WORK REQUEST:
Taking each line of the material in turn, count those with the string "walk" and answer with the count alone.

────────

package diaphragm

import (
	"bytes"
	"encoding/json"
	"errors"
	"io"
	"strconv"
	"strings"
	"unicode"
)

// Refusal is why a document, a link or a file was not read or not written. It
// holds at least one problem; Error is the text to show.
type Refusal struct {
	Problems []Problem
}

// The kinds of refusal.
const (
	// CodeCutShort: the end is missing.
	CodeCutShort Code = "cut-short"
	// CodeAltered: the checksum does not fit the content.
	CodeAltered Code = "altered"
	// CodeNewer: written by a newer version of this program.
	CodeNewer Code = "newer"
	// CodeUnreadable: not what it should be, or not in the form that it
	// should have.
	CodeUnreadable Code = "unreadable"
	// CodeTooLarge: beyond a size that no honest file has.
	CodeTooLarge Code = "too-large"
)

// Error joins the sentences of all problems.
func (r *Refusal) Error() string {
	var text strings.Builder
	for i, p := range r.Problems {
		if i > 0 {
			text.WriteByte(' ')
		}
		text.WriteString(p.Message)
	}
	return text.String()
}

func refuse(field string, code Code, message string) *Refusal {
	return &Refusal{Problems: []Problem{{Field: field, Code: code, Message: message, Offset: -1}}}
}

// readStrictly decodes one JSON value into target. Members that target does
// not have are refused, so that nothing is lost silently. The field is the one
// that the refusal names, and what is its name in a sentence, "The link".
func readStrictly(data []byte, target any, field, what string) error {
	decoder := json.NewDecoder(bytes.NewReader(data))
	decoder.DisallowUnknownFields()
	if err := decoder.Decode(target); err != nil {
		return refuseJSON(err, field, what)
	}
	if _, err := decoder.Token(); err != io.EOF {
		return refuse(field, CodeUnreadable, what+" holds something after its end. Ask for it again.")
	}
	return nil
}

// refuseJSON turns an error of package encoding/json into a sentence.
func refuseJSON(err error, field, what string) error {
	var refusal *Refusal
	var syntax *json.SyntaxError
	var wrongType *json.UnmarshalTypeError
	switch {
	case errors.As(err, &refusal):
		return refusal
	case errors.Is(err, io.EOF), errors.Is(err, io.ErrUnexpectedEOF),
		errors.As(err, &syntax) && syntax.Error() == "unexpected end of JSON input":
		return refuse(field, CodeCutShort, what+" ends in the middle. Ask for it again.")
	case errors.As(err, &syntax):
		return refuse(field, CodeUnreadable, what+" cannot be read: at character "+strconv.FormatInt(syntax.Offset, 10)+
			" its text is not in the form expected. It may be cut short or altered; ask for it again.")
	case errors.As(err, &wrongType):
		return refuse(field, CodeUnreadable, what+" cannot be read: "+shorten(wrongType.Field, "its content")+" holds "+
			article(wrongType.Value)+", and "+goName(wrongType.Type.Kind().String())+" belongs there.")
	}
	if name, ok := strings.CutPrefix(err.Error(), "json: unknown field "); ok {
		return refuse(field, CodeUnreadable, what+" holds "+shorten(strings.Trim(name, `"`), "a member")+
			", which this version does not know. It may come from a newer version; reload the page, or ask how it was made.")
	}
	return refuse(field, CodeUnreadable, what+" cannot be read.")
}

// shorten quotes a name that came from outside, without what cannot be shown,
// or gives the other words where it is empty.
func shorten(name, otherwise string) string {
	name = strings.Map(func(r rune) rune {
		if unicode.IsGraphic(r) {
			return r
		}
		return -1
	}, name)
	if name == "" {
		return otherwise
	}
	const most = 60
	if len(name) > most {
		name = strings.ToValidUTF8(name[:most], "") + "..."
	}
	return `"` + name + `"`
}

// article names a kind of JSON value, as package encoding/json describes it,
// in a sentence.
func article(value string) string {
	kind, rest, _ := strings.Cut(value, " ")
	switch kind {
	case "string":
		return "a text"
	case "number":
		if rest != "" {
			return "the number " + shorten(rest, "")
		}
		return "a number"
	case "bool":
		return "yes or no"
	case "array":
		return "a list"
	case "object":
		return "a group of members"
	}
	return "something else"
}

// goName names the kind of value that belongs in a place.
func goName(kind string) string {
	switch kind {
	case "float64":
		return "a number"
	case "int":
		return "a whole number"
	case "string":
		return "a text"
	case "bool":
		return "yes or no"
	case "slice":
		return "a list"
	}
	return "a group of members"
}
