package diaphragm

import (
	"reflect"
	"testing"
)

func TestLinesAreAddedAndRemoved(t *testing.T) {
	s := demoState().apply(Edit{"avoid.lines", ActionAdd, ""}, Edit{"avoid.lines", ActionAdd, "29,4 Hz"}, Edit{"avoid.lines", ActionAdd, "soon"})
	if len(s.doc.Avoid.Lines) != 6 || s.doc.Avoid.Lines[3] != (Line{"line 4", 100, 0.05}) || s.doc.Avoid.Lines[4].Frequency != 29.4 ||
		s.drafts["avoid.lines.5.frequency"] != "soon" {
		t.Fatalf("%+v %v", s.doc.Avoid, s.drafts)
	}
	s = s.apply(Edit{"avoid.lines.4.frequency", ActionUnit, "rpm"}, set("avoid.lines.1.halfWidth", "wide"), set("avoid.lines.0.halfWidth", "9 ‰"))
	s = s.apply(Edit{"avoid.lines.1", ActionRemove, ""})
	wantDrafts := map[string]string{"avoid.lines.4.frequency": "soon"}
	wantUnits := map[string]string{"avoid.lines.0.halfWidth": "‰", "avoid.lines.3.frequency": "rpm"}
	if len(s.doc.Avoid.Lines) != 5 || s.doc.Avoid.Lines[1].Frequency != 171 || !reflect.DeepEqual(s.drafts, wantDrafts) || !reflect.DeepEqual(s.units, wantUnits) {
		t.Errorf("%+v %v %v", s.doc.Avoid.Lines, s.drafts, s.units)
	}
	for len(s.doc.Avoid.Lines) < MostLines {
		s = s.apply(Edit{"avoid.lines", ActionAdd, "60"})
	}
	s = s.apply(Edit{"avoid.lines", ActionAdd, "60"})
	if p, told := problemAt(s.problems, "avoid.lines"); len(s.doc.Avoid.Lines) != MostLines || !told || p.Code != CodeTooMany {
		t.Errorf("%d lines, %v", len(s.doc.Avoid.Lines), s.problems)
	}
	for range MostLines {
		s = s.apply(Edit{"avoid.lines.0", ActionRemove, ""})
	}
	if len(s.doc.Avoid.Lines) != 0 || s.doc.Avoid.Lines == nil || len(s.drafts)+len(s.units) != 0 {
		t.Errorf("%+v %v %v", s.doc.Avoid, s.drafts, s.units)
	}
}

────────

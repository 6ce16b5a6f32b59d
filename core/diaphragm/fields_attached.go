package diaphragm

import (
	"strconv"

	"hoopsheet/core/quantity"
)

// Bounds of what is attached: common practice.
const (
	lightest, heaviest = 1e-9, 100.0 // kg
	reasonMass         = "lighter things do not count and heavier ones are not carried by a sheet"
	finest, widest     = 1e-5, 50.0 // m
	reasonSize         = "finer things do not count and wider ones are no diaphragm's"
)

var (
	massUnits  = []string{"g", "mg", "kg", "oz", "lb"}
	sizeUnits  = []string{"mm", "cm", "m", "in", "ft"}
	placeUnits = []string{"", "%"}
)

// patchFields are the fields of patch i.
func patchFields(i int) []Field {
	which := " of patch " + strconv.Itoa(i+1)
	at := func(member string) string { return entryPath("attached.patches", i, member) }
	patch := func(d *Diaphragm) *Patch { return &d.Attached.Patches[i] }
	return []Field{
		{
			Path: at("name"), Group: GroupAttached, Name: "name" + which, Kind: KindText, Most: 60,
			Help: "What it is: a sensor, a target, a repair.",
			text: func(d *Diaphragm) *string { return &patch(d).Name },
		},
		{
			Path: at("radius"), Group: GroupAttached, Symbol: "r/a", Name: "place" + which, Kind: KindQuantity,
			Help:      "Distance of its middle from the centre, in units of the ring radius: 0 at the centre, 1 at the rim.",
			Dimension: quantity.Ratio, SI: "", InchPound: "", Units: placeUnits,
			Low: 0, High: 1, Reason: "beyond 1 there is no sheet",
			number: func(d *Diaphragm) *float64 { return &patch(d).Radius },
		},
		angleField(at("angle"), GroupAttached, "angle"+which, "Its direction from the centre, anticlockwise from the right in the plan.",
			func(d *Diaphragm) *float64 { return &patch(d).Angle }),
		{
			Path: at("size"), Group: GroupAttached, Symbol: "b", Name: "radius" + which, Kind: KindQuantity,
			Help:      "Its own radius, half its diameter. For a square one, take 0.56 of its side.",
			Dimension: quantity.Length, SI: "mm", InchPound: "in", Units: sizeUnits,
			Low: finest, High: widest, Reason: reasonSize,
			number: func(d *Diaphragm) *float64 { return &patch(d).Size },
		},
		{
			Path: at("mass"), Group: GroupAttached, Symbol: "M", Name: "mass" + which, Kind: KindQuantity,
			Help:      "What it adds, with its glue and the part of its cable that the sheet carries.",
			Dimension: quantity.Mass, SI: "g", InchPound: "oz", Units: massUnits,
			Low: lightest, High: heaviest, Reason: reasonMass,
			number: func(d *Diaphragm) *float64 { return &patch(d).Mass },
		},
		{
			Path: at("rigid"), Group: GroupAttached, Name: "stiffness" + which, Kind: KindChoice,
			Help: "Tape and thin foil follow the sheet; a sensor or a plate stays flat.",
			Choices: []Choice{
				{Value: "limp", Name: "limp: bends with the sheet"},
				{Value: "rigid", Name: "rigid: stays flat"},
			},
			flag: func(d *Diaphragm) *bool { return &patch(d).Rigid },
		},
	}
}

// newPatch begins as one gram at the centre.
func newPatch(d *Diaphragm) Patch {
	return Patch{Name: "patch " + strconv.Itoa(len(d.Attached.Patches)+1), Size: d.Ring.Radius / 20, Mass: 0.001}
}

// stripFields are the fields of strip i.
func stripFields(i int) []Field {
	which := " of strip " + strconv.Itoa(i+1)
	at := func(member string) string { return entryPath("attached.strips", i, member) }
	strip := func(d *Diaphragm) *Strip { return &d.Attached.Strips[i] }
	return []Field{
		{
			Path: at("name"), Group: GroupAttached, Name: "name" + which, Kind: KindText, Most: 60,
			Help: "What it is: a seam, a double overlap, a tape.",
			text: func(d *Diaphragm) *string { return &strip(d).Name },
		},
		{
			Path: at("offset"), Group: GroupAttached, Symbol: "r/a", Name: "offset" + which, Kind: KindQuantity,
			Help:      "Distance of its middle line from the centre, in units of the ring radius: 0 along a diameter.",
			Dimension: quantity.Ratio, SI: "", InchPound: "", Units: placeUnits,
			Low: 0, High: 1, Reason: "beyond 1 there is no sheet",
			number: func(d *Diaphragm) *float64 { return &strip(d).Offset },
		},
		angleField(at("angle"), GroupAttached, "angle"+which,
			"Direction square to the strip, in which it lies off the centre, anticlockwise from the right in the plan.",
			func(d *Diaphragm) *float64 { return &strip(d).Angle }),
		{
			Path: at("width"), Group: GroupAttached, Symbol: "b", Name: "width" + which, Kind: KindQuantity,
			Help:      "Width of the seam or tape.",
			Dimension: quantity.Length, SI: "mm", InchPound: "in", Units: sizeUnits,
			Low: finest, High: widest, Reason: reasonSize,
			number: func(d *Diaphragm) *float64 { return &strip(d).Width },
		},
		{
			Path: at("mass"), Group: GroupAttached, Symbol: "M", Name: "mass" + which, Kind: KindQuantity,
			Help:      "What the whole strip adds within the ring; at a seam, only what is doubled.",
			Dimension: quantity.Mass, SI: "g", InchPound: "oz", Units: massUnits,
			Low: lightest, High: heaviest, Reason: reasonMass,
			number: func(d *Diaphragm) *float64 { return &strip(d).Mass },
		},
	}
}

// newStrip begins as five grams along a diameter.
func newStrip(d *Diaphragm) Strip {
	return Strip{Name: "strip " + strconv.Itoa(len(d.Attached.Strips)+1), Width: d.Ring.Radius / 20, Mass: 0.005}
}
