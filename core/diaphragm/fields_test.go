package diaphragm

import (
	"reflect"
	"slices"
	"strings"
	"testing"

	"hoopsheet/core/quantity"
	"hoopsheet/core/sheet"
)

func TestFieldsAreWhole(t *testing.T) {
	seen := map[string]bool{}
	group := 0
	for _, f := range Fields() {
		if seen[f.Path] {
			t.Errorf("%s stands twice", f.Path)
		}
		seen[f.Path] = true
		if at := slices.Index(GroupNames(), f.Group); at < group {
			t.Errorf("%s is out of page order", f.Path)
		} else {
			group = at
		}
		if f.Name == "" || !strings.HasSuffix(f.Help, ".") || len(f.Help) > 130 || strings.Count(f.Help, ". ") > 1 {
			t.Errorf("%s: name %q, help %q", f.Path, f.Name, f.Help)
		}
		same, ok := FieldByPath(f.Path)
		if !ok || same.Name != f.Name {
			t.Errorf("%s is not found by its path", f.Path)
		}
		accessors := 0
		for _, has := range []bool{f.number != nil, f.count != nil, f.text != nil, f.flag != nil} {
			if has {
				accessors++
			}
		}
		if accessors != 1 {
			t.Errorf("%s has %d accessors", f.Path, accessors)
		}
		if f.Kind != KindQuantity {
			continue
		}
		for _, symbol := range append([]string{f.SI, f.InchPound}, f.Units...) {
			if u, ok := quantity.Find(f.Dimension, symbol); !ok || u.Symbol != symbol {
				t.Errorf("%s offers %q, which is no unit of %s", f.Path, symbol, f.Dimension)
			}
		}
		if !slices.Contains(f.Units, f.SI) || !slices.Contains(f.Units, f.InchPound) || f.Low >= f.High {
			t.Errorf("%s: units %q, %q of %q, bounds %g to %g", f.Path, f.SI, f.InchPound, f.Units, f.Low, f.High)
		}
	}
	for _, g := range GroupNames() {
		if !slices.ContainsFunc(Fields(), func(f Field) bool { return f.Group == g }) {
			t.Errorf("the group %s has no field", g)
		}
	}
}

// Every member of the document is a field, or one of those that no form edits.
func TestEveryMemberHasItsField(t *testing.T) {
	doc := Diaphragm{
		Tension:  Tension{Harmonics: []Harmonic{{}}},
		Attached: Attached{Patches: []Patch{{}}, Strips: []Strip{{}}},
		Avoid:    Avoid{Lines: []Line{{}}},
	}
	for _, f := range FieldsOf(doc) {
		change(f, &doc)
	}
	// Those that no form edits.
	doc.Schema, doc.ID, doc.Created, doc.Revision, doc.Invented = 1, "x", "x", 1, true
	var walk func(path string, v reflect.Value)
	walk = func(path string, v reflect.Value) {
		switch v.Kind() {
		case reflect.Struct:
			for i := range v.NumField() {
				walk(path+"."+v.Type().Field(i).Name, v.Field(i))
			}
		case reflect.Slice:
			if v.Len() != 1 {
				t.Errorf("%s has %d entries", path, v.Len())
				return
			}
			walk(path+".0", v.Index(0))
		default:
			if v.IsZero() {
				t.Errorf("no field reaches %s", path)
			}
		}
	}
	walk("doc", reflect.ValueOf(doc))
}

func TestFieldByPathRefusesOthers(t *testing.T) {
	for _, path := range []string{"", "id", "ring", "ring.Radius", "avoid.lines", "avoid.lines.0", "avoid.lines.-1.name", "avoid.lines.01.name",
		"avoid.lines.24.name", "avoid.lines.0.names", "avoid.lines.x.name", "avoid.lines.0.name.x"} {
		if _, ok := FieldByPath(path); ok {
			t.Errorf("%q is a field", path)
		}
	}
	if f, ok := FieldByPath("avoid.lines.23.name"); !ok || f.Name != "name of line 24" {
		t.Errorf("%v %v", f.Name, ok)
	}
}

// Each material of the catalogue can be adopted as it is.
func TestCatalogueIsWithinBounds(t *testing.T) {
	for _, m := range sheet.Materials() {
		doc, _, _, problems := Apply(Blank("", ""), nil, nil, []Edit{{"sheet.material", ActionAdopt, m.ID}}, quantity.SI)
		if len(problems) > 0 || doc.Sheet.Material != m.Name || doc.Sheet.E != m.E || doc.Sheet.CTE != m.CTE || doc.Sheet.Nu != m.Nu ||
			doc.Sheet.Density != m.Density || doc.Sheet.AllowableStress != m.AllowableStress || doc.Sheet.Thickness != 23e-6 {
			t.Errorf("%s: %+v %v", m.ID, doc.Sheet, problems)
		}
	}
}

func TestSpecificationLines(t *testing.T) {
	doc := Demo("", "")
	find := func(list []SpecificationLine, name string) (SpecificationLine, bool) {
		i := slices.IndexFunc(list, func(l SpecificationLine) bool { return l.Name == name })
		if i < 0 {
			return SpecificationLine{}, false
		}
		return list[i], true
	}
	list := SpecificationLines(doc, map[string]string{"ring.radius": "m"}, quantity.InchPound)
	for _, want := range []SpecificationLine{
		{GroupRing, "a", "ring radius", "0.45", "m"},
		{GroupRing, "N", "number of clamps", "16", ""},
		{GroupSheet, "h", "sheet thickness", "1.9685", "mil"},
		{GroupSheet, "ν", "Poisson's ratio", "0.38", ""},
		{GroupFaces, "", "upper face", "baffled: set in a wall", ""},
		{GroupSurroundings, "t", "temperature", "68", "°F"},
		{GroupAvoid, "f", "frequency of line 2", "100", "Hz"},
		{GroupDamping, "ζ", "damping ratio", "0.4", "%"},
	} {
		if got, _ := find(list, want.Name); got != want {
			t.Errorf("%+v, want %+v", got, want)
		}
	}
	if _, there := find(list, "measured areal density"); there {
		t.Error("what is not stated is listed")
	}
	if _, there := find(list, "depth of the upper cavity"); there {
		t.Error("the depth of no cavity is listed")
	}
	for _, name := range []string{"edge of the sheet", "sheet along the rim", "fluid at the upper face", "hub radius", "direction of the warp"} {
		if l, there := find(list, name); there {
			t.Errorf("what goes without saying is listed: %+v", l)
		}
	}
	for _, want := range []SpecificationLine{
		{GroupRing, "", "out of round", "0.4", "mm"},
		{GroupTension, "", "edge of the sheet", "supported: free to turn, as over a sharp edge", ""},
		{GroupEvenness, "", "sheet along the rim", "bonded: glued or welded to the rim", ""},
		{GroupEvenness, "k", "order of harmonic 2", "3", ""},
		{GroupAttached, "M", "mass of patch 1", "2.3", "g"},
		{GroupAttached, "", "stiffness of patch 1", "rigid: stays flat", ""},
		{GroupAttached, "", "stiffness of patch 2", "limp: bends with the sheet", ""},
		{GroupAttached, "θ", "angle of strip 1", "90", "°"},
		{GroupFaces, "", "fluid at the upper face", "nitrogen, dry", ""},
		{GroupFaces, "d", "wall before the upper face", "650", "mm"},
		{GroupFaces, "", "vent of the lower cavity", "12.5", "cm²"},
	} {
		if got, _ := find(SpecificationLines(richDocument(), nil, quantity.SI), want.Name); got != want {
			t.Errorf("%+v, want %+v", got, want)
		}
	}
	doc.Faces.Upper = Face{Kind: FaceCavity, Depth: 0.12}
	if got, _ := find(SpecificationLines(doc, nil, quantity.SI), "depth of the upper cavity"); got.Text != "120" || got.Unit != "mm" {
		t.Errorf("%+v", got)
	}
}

────────

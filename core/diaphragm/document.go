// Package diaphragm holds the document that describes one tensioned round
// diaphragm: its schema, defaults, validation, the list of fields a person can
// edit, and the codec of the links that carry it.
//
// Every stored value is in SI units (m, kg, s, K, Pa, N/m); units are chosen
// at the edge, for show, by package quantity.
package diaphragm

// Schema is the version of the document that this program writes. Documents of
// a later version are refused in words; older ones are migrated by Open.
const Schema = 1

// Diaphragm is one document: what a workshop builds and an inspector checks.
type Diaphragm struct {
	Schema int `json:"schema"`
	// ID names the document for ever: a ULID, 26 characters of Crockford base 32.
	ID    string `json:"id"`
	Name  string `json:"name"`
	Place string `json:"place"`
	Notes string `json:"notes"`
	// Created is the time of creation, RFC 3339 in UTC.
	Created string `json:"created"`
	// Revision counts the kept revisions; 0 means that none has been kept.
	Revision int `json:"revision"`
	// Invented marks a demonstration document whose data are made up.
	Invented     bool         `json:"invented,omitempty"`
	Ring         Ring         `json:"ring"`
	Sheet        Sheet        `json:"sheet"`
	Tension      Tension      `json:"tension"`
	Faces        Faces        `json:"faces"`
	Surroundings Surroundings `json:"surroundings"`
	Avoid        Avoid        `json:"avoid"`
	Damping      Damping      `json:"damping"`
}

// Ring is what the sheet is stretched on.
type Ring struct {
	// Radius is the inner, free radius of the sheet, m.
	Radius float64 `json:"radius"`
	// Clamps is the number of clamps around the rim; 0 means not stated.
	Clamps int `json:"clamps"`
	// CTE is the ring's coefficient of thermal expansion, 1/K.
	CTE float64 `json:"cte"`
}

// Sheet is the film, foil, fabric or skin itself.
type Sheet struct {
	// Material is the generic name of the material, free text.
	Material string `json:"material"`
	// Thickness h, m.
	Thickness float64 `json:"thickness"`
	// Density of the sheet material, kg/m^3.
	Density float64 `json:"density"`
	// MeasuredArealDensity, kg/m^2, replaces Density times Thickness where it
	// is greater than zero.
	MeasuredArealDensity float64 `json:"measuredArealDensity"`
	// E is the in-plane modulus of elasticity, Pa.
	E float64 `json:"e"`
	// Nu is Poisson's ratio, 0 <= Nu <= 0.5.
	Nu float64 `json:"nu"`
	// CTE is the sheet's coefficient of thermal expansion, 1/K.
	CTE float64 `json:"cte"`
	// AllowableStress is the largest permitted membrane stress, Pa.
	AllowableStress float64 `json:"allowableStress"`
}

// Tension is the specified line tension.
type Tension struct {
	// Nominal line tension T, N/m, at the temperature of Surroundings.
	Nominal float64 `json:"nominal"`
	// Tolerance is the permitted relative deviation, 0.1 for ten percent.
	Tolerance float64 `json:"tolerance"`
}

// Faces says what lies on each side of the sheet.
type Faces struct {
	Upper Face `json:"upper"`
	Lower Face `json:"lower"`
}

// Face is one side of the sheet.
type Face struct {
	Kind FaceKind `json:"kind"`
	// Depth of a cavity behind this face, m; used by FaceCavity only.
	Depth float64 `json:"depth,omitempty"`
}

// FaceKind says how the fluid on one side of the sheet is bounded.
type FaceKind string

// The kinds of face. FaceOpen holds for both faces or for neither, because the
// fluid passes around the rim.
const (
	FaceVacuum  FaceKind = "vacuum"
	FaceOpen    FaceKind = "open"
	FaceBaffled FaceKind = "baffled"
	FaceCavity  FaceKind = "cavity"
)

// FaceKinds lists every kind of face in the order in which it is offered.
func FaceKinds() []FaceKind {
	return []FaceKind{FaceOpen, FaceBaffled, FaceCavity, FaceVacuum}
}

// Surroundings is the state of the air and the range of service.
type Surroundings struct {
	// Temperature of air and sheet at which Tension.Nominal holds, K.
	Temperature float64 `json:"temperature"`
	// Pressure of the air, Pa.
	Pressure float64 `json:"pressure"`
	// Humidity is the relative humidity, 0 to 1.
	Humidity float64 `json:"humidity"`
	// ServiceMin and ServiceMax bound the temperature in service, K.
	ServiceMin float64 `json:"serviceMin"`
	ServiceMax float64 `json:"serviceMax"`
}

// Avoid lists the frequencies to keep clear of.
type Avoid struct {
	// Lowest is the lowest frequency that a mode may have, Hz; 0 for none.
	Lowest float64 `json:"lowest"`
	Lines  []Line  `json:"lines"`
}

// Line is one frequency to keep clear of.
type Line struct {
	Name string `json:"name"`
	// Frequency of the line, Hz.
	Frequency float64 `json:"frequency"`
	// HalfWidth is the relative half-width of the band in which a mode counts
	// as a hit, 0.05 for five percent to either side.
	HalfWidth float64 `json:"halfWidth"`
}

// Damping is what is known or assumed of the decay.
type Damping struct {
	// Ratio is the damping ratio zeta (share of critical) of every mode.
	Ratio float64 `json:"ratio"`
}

────────

RESPONSE TO THIS EXERCISE:
5